El surfista debe actuar, porque la ola se va a cerrar y, cuando lo haga, será como si estuviera dentro de una enorme lavadora. Durante unos 40 segundos dará fuertes bandazos bajo el agua. Tomará una gran bocanada de aire y mantendrá la respiración bajo el agua mientras espera que una moto acuática vaya a recogerlo.
El día antes de capturar esta imagen, un amigo me habló de un lugar para los amantes del surf llamado Dungeons, en Ciudad del Cabo. Sabía que se aproximaba un fuerte oleaje y, como las olas de este tamaño no son habituales en el verano en Sudáfrica, supe que sería un buen momento para conseguir fotos impresionantes: nunca dejo pasar la oportunidad de hacer fotos de surf.
No esperaba que el oleaje acabara siendo tan fuerte. Las olas como la de la foto son peligrosas, incluso mortales. Debes saber qué estás haciendo y, si te caes, debes estar preparado para lo que venga. Y, al mismo tiempo, esta es la razón por la que me apasiona este momento en el que el ser humano conquista la naturaleza, aunque solo sea por un instante.
Disparé esta imagen desde un barco con la Sony Alpha 7 III y el teleobjetivo zoom Sony 70-300mm f/4.5-5.6 G OSS. Es un objetivo muy bien construido, que además es nítido y versátil. Capturé una secuencia completa del chico surfeando, desde que empieza hasta que la ola se cierra y dejas de verlo, y todas las imágenes están perfectamente enfocadas. Las cámaras Sony Alpha son geniales para hacer un seguimiento de los sujetos, especialmente cuando pueden bloquear el rostro. Son muy útiles, especialmente para mi estilo de fotografía.

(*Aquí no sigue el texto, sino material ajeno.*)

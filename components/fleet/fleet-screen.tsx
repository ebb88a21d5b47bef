import { useRouter } from 'expo-router';
import { useEffect, useMemo, useState } from 'react';
import { StyleSheet, View } from 'react-native';
import { Button } from '@/components/ui/button';
import { Select, type SelectOption } from '@/components/ui/select';
import { Screen } from '@/components/ui/screen';
import { ErrorState, LoadingState, Notice } from '@/components/ui/states';
import { Text } from '@/components/ui/text';
import { TextField } from '@/components/ui/text-field';
import { TextLink } from '@/components/ui/text-link';
import { colors, radii, sizes, spacing } from '@/components/theme/tokens';
import { useAssetListQuery } from '@/hooks/queries/assets';
import { useAssignmentsQuery, useDriversQuery } from '@/hooks/queries/fleet';
import { useStagesQuery } from '@/hooks/queries/stages';
import { useBreakpoints } from '@/hooks/use-breakpoints';
import { useSession } from '@/hooks/use-session';
import { ASSIGNMENT_PURPOSES, ASSIGNMENT_PURPOSE_LABELS, type AssignmentPurpose } from '@/shared/schemas/fleet';
import { FleetDayList } from './fleet-day-list';
import { FleetHeader } from './fleet-header';
import { addDays, dayKey, formatDay, formatDayTime, parseDay, startOfDay } from './fleet-time';
import { FleetTimeline, type TimelineRow } from './fleet-timeline';
import { conflictingIds, fleetErrorMessage, isFleetManager } from './fleet-words';
import { MyDrivesScreen } from './my-drives-screen';

export type FleetParams = {
  start?: string;
  day?: string;
  days?: string;
  stage?: string;
  purpose?: string;
  driver?: string;
};

const ALL = 'all';
const isPurpose = (value: string | undefined): value is AssignmentPurpose => ASSIGNMENT_PURPOSES.includes(value as AssignmentPurpose);

/** Monday of the week of `date` (local). */
function weekStart(date: Date): Date {
  const day = startOfDay(date);
  return addDays(day, -((day.getDay() + 6) % 7));
}

/** A driver's own drives; everyone else sees the program's plan (coordinators and leads also book from it). */
export function FleetScreen({ params }: { params: FleetParams }) {
  const { user } = useSession();
  if (user?.role === 'driver') return <MyDrivesScreen />;
  return <FleetPlan params={params} />;
}

/** Ticks every minute, so overdue returns and the now line move on an open page. */
function useNow(): number {
  const [now, setNow] = useState(() => Date.now());
  useEffect(() => {
    const timer = setInterval(() => setNow(Date.now()), 60_000);
    return () => clearInterval(timer);
  }, []);
  return now;
}

function FleetPlan({ params }: { params: FleetParams }) {
  const router = useRouter();
  const { user, currentProgramId } = useSession();
  const { isWide, width } = useBreakpoints();
  const now = useNow();
  const manager = isFleetManager(user?.role);

  const from = useMemo(() => parseDay(params.start) ?? weekStart(new Date()), [params.start]);
  const days = params.days === '7' ? 7 : 14;
  const to = addDays(from, days);
  const stageId = params.stage || undefined;
  const purpose = isPurpose(params.purpose) ? params.purpose : undefined;
  const driverId = params.driver || undefined;
  const todayInRange = now >= from.getTime() && now < to.getTime();
  const askedDay = parseDay(params.day);
  const day = askedDay && askedDay >= from && askedDay < to ? askedDay : todayInRange ? startOfDay(new Date(now)) : from;

  const [filtersOpen, setFiltersOpen] = useState(false);
  const [startText, setStartText] = useState(dayKey(from));
  useEffect(() => setStartText(dayKey(from)), [from]);

  const stages = useStagesQuery(currentProgramId);
  const drivers = useDriversQuery(currentProgramId);
  const list = useAssignmentsQuery(
    currentProgramId ? { programId: currentProgramId, from: from.toISOString(), to: to.toISOString(), stageId, purpose, driverId } : null,
  );
  const overdue = useAssignmentsQuery(currentProgramId ? { programId: currentProgramId, overdue: true } : null);
  const vehicles = useAssetListQuery(currentProgramId ? { programId: currentProgramId, kind: 'vehicle', stage: stageId, sort: 'tag', dir: 'asc' } : null);

  const items = useMemo(() => list.data?.items ?? [], [list.data]);
  const conflicts = useMemo(() => conflictingIds(items, now), [items, now]);

  const rows: TimelineRow[] = useMemo(() => {
    const fromAssignments = new Map<string, TimelineRow>();
    for (const a of items) fromAssignments.set(a.assetId, { id: a.assetId, tag: a.assetTag, stage: a.vehicle.stage });
    // With a purpose or driver filter on, only the vehicles those assignments use are of interest.
    if (purpose || driverId) return [...fromAssignments.values()].sort((x, y) => x.tag.localeCompare(y.tag));
    const all = new Map<string, TimelineRow>();
    for (const page of vehicles.data?.pages ?? []) {
      for (const v of page.items) if (v.status !== 'retired' || fromAssignments.has(v.id)) all.set(v.id, { id: v.id, tag: v.tag, stage: v.stage });
    }
    for (const [id, row] of fromAssignments) if (!all.has(id)) all.set(id, row);
    return [...all.values()].sort((x, y) => x.tag.localeCompare(y.tag));
  }, [items, vehicles.data, purpose, driverId]);

  const set = (change: Partial<Record<keyof FleetParams, string | undefined>>) => router.setParams(change);
  const move = (deltaDays: number) => set({ start: dayKey(addDays(from, deltaDays)), day: undefined });
  const commitStart = () => {
    const parsed = parseDay(startText);
    if (parsed) set({ start: dayKey(parsed), day: undefined });
    else setStartText(dayKey(from));
  };

  const stageOptions: SelectOption<string>[] = [{ value: ALL, label: 'Any stage' }, ...(stages.data ?? []).filter((s) => !s.retired).map((s) => ({ value: s.id, label: s.name }))];
  const purposeOptions: SelectOption<string>[] = [{ value: ALL, label: 'Any purpose' }, ...ASSIGNMENT_PURPOSES.map((p) => ({ value: p, label: ASSIGNMENT_PURPOSE_LABELS[p] }))];
  const driverOptions: SelectOption<string>[] = [{ value: ALL, label: 'Any driver' }, ...(drivers.data ?? []).map((d) => ({ value: d.userId, label: d.name }))];
  const filterCount = [stageId, purpose, driverId].filter(Boolean).length;

  const filters = (
    <View style={styles.filters} testID="fleet-filters">
      <Select label="Stage" options={stageOptions} value={stageId ?? ALL} onChange={(v) => set({ stage: v === ALL ? undefined : v })} testID="fleet-filter-stage" />
      <Select label="Purpose" options={purposeOptions} value={purpose ?? ALL} onChange={(v) => set({ purpose: v === ALL ? undefined : v })} testID="fleet-filter-purpose" />
      <Select label="Driver" options={driverOptions} value={driverId ?? ALL} onChange={(v) => set({ driver: v === ALL ? undefined : v })} testID="fleet-filter-driver" />
    </View>
  );

  const contentWidth = Math.min(width - sizes.sideNav - spacing.xxl * 2, sizes.contentMaxWidth);
  const dayWidth = Math.max(112, Math.floor((contentWidth - 170) / days));
  const overdueItems = overdue.data?.items ?? [];
  const conflictCount = conflicts.size;

  return (
    <Screen testID="fleet-plan">
      <FleetHeader
        title="Fleet"
        actions={manager ? <Button label="Book a vehicle" icon="plus" compact onPress={() => router.push('/fleet/new')} testID="fleet-book-open" /> : null}
      />

      {overdueItems.length ? (
        <View style={styles.overdue} accessibilityRole="alert" testID="fleet-overdue">
          <Text variant="bodyStrong" tone="danger">
            {overdueItems.length === 1 ? '1 vehicle not back on time' : `${overdueItems.length} vehicles not back on time`} (checked out, past the end of the window)
          </Text>
          {overdueItems.map((a) => (
            <TextLink
              key={a.id}
              href={`/fleet/assignments/${a.id}`}
              label={`${a.assetTag} · ${a.driver.name} · due back ${formatDayTime(a.endsAt)}`}
              testID={`fleet-overdue-${a.id}`}
            />
          ))}
        </View>
      ) : null}

      <View style={styles.toolbar}>
        <Button label={isWide ? `Previous ${days === 7 ? 'week' : '2 weeks'}` : 'Earlier'} icon="back" variant="secondary" compact onPress={() => move(-days)} testID="fleet-prev" />
        <Button label="This week" variant="ghost" compact onPress={() => set({ start: undefined, day: undefined })} testID="fleet-this-week" />
        <Button label={isWide ? `Next ${days === 7 ? 'week' : '2 weeks'}` : 'Later'} icon="chevron-right" variant="secondary" compact onPress={() => move(days)} testID="fleet-next" />
      </View>
      {isWide ? (
        <View style={styles.toolbar}>
          <View style={styles.startField}>
            <TextField
              label="From (year-month-day)"
              value={startText}
              onChangeText={setStartText}
              onBlur={commitStart}
              onSubmitEditing={commitStart}
              inputMode="numeric"
              autoCorrect={false}
              hint={`${formatDay(from)} to ${formatDay(addDays(to, -1))}`}
              testID="fleet-start"
            />
          </View>
          <Select
            label="Show"
            options={[
              { value: '7', label: '1 week' },
              { value: '14', label: '2 weeks' },
            ]}
            value={String(days)}
            onChange={(v) => set({ days: v === '14' ? undefined : v })}
            testID="fleet-days"
          />
        </View>
      ) : null}
      <View style={styles.toolbar}>
        <Button
          label={filtersOpen ? 'Hide filters' : filterCount ? `Filters: stage, purpose, driver (${filterCount} on)` : 'Filters: stage, purpose, driver'}
          icon={filtersOpen ? 'arrow-up' : 'chevron-down'}
          variant="secondary"
          compact
          onPress={() => setFiltersOpen((open) => !open)}
          testID="fleet-filters-toggle"
        />
        {filterCount ? (
          <Button label="Clear filters" variant="ghost" compact onPress={() => set({ stage: undefined, purpose: undefined, driver: undefined })} testID="fleet-filters-clear" />
        ) : null}
      </View>
      {filtersOpen ? filters : null}

      {!currentProgramId ? (
        <Notice message="Join a program to see its fleet." />
      ) : list.isPending ? (
        <LoadingState label="Loading the plan…" />
      ) : list.isError ? (
        <ErrorState message={fleetErrorMessage(list.error)} onRetry={() => void list.refetch()} retrying={list.isFetching} />
      ) : (
        <>
          <Text variant="caption" tone="muted" aria-live="polite" testID="fleet-summary">
            {summary(items.filter((a) => a.status !== 'cancelled').length, conflictCount)}
          </Text>
          {list.data?.truncated ? <Notice tone="warning" message="Only the first 1000 assignments are shown: narrow the period or the filters." /> : null}
          {conflictCount ? (
            <Notice tone="warning" message="Marked “Conflict”: a vehicle or a driver is held by two assignments at once, usually because a vehicle came back late. Open one to change it." testID="fleet-conflicts" />
          ) : null}
          {isWide ? (
            rows.length ? (
              <FleetTimeline rows={rows} assignments={items} from={from} days={days} dayWidth={dayWidth} conflicts={conflicts} now={now} />
            ) : (
              <Notice tone="warning" message="No vehicle matches the filters." />
            )
          ) : (
            <FleetDayList assignments={items} from={from} days={days} day={day} onDay={(d) => set({ day: dayKey(d) })} conflicts={conflicts} now={now} />
          )}
        </>
      )}
    </Screen>
  );
}

function summary(count: number, conflicts: number): string {
  const parts = [count === 1 ? '1 assignment in this period' : `${count} assignments in this period`];
  if (conflicts) parts.push(conflicts === 1 ? '1 in conflict' : `${conflicts} in conflict`);
  return parts.join(' · ');
}

const styles = StyleSheet.create({
  overdue: {
    gap: spacing.xxs,
    padding: spacing.md,
    borderRadius: radii.md,
    borderWidth: 1,
    borderColor: colors.danger,
    backgroundColor: colors.dangerTint,
  },
  toolbar: {
    flexDirection: 'row',
    flexWrap: 'wrap',
    gap: spacing.sm,
    alignItems: 'flex-start',
  },
  startField: {
    width: 240,
    maxWidth: '100%',
  },
  filters: {
    gap: spacing.md,
  },
});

Me encanta la belleza de esta escena. Refleja el poder de la naturaleza y la emoción y el valor de estos surfistas que se enfrentan a grandes olas. Pueden esperar varios meses para una ola como esta. Los nervios de la noche previa no les dejan dormir, y de repente se presenta un instante como este, en el que golpean una preciosa ola inmensa. Luego viene la parte más aterradora, el cierre, y durante una fracción de segundo, la emoción y el miedo embargan al surfista.
Me gusta todo de esta imagen, y la historia detrás de ella, incluso más. Significa mucho para mí y nunca olvidaré a las personas que me ayudaron a volver a hacer fotos y que nunca se olvidaron de mi fotografía. Por ello, es la única de mis imágenes que tengo colgada en la pared.
"Todo lo que tenemos es el ahora. Debemos ver el pasado como una lección, el futuro como una posibilidad y el presente, como el mejor momento de nuestras vidas".